Before Islamic State fighters gave up control of a northern Syrian stronghold less than a week ago, they left behind explosive dangers including booby traps in hospitals, an American combat medic told The Daily Beast on Tuesday.

Manbij, which lies on a supply route between the Turkish border and the de facto ISIS capital of Raqqa, fell to the Kurdish-led Syria Democratic Forces on Friday after more than two months of heavy fighting and U.S.-led airstrikes. The Britain-based Syrian Observatory for Human Rights says the fighting killed more than 1,700 people, including more than 400 civilians.

The Daily Beast reported that explosions continued to rock the city in the days after ISIS escaped -- and Kurdish fighters had to watch every move they made, because even black ISIS flags may have been booby-trapped.

"There are so many mines at this point that its almost on a ludicrous scale," Patrick Kasprik, a Floridian who volunteered as an SDF medic, told the website. "[The SDF] have set up small field hospitals for civilians, but with 100,000 residents returning to the city of Manbij, we need much more."

The capture of Manbij marked the biggest defeat for the extremist fighrers in Syria since July 2015, when they lost the town of Tal Abyad on the border with Turkey, analysts said, adding that hundreds of civilians ISIS used as human shields were freed.

Also over the weekend, the SDF announced a new campaign against al-Bab, a nearby town held by the extremists. The U.S. has provided the SDF with air cover and American special forces are advising them on the ground.

ISIS still controls large areas of Syria as well as Iraq's second largest city, Mosul. It has also claimed major terrorist attacks in recent months, including the Orlando massacre, the Nice truck attack, and a Baghdad bombing that killed some 300 people.

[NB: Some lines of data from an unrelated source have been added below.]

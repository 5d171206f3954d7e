import type { AbstractControl, ValidationErrors } from '@angular/forms';
import { PASSWORD_MAX_BYTES, passwordBytes } from '@gapwise/contracts';

/**
 * bcrypt reads only the first 72 bytes (UTF-8) of a password; the API refuses longer ones, and
 * the form says so before sending (accented letters and other scripts take 2–4 bytes each).
 */
export function passwordFitsBcrypt(control: AbstractControl<string>): ValidationErrors | null {
  const bytes = passwordBytes(control.value ?? '');
  return bytes > PASSWORD_MAX_BYTES
    ? {
        bcryptBytes: `Too long: ${bytes} bytes, at most ${PASSWORD_MAX_BYTES} (accented letters and other scripts count 2–4 bytes each).`,
      }
    : null;
}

But Lt. Gen. Sean MacFarland, the top U.S. commander for the fight against ISIS, said this week that some 45,000 militants have been removed from the battlefield, reducing the group's total numbers to as few as 15,000.

The SDF launched its offensive in late May to capture Manbij under the cover of U.S.-led airstrikes.

Amateur videos posted online showed that shortly after SDF fighters captured the town late Friday, scores of residents went down to celebrate in the streets. Some men were seen clipping their beards with scissors while women were able to uncover their faces. ISIS imposes a harsh and extreme version of Islam on the territory under its control, including a mandatory dress code.

"May God destroy them. They slaughtered us," a young man shouted in a Manbij square. "May they not live for a minute."

In a photo posted online by Kurdish activists, a young woman defiantly uncovered her face while smoking a cigarette and flashing a victory sign. Under the extremists' reign, women had to wear long black cloaks that covered all but their eyes, while all adult men were forced to grow beards. Smoking was banned.

Kasprik reportedly traveled overseas in January while under threat of arrest for allegedly assaulting an officer in North Fort Myers, Florida.

The Associated Press contributed to this report.